# LSTM model
This notebook deals with training & testing an LSTM model for bitcoin price prediction. We'll use PyTorch and particularly PyTorch Lightning modules to build the network.

In [97]:
# import necessary libraries and read data
import torch 
import torch.nn as nn
import torch.nn.functional as F
import pytorch_lightning as pl
import pandas as pd
import numpy as np
df = pd.read_csv('data/raw.csv').drop(columns='market_caps')

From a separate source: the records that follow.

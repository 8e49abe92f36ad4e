import { afterAll, beforeAll, describe, expect, it } from 'vitest';
import request from 'supertest';
import { roles, type Role } from '@millrace/contracts';
import { createTestContext, type TestAgent, type TestContext } from './support/test-app';
import { listRoutes, type ListedRoute } from './support/list-routes';

/**
 * THE ROUTE MATRIX (issue 2): every route of the real app, read from the Express router, must
 * carry a guard; for every guarded route each role gets 401 without a session, 403 when not
 * allowed, and neither when allowed. Routes added later are picked up automatically.
 */

/** Public routes, by exact "METHOD path". Adding an open route means adding it here on purpose. */
const expectedOpenRoutes = new Set([
  'GET /api/health',
  'POST /api/auth/sign-in',
  'POST /api/auth/sign-out',
  'GET /api/session',
]);
/** Public token pages (invitations, password resets) are open by nature. */
const openRoutePatterns = [/^(GET|POST|PUT) \/api\/(invitations|password-resets)\//];

/** Values for path parameters; anything else becomes 1. */
const pathParamValues: Record<string, string> = {
  id: '1',
  kind: 'demand',
};

function concretePath(path: string): string {
  return path.replace(/:(\w+)\??/g, (_m, name: string) => pathParamValues[name] ?? '1').replace(/\*\w*/g, 'x');
}

function send(agent: TestAgent | ReturnType<typeof request>, route: ListedRoute, origin: string) {
  const path = concretePath(route.path);
  const method = route.method.toLowerCase() as 'get' | 'post' | 'put' | 'patch' | 'delete' | 'head';
  const req = (agent as unknown as Record<string, (p: string) => request.Test>)[method](path).set('Origin', origin);
  return method === 'get' || method === 'head' || method === 'delete' ? req : req.send({});
}

let ctx: TestContext;
let routes: ListedRoute[];
const agents = {} as Record<Role, TestAgent>;

beforeAll(async () => {
  ctx = await createTestContext();
  routes = listRoutes(ctx.app).filter((r) => r.path.startsWith('/api'));
  for (const role of roles) agents[role] = await ctx.agentFor(role);
});
afterAll(async () => ctx?.close());

describe('route matrix', () => {
  it('when the app is built, then its router lists the platform routes (the enumeration works)', () => {
    const keys = routes.map((r) => `${r.method} ${r.path}`);
    for (const known of ['GET /api/health', 'POST /api/auth/sign-in', 'GET /api/me', 'GET /api/people', 'PATCH /api/people/:id']) {
      expect(keys).toContain(known);
    }
  });

  it('when any route lacks allow(...) or open() as its first handler, then this test fails', () => {
    const unguarded = routes.filter((r) => !r.guard).map((r) => `${r.method} ${r.path}`);
    expect(unguarded).toEqual([]);
  });

  it('when a route is open, then it is one of the known public routes', () => {
    const open = routes.filter((r) => r.guard?.kind === 'open').map((r) => `${r.method} ${r.path}`);
    const unexpected = open.filter((k) => !expectedOpenRoutes.has(k) && !openRoutePatterns.some((re) => re.test(k)));
    expect(unexpected).toEqual([]);
  });

  it('when each guarded route is called without a session, as each role not allowed, and as each allowed role, then 401 / 403 / neither', async () => {
    const failures: string[] = [];
    const guarded = routes.filter((r) => r.guard?.kind === 'allow');
    expect(guarded.length).toBeGreaterThan(0);
    for (const route of guarded) {
      const label = `${route.method} ${route.path}`;
      const anonymous = await send(request(ctx.app), route, ctx.origin);
      if (anonymous.status !== 401) failures.push(`${label} without a session: expected 401, got ${anonymous.status}`);
      for (const role of roles) {
        const res = await send(agents[role], route, ctx.origin);
        const allowed = route.guard!.roles.includes(role);
        if (allowed && (res.status === 401 || res.status === 403)) {
          failures.push(`${label} as ${role} (allowed): got ${res.status} ${JSON.stringify(res.body)}`);
        }
        if (!allowed && res.status !== 403) failures.push(`${label} as ${role} (not allowed): expected 403, got ${res.status}`);
      }
    }
    expect(failures).toEqual([]);
  });

  it('when an /api path has no route, then a JSON 404 (deny by default)', async () => {
    const agent = agents.admin;
    for (const [method, path] of [['get', '/api/no-such-thing'], ['post', '/api/people/1/explode'], ['delete', '/api/people/1']] as const) {
      const res = await agent[method](path).set('Origin', ctx.origin);
      expect(res.status, `${method} ${path}`).toBe(404);
      expect(res.body.error.code).toBe('not_found');
    }
  });
});
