import { render } from '@testing-library/react';
import { createMemoryRouter } from 'react-router-dom';
import { AppProvider } from '@/app/provider';
import { AppRouter } from '@/app/router';
import { createQueryClient } from '@/lib/react-query';

/** Renders the real app (routes, layout, loaders) at `path`, with a fresh query cache. */
export function renderApp(path: string) {
  const queryClient = createQueryClient();
  queryClient.setDefaultOptions({ queries: { ...queryClient.getDefaultOptions().queries, retry: false } });
  let router: ReturnType<typeof createMemoryRouter> | undefined;
  const view = render(
    <AppProvider queryClient={queryClient}>
      <AppRouter
        createRouter={(routes) => {
          router = createMemoryRouter(routes, { initialEntries: [path] });
          return router;
        }}
      />
    </AppProvider>,
  );
  return { ...view, queryClient, location: () => router!.state.location };
}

The LSTM takes data in the format `(batch_len, seq_len, n_features)`, so we'll do some data preprocessing to get it into that format (soon). In this case, the batch length is the number of labeled samples, and the sequence length is the number of timesteps per sample.

In [98]:
# preprocessing (again)
# our data is hourly, so we'll use 24 hour sequences to predict
# our batch length will be len(df) - 24, and we have 2 features
seq_len = 24
batch_len = len(df) - seq_len
n_features = 2

# TODO: relabel y's to be within {0, 1, 2} (since cross entropy loss expects indices to classes)
labels = [-1, 0, 1, -1, 0]
y = list(map(lambda x: 2 if x == -1 else x, labels))

In [99]:
# testing & misc. work
fake_data = np.ones((2, seq_len, n_features))
t = torch.Tensor(fake_data)
lstm = nn.LSTM(input_size=n_features, hidden_size=1, batch_first=True)
out, _ = lstm(t)

In [89]:
# lightning module structure
class LSTM_Classifier(pl.LightningModule):
    def __init__(self, n_features, hidden, seq_len):
        super().__init__()
        
        self.hidden = hidden
        self.seq_len = seq_len
        
        # lstm layer and linear hidden-state to classes layer
        # lstm inputs a batch of samples of shape (seq_len, n_features),
        #   outputs 1 hidden state of shape (seq_len, hidden_size)
        self.lstm = nn.LSTM(input_size=n_features, hidden_size=2, batch_first=True)
        self.h2c = nn.Linear(hidden * seq_len, 3)
    
    # forward step - classification
    def forward(self, X):
        lstm_out, _ = self.lstm(X)
        class_preds = self.h2c(lstm_out[-1].view((self.hidden * self.seq_len, -1)))
        return F.softmax(class_preds)
        
    def training_step(self, batch):
        X, y = batch
        y_hat = self.forward(X)
        
        train_loss = F.cross_entropy(y_hat.view((1, 3)), y)
        self.log(train_loss)
        return train_loss
    
    def test_step(self, batch):
        X, y = batch
        y_hat = self.forward(X)
        
        test_loss = F.cross_entropy(y_hat.view((1, 3)), y)
        self.log(test_loss)
        return test_loss
        
    def configure_optimizers(self):
        return torch.optim.Adam(self.parameters())

Notes/TODO:
- Softmax is good for multiclass, and works well with cross-entropy loss. However, the torch cross-entropy loss fn. expects scores $0 \leq s \leq 1$ for each possible class. I've added a linear layer that maps LSTM output to a score for each class, and applied the softmax activation fn. to it. I also changed the label for "buy" from -1 to 2, to be within the expected $0 \leq l \leq C - 1$ range.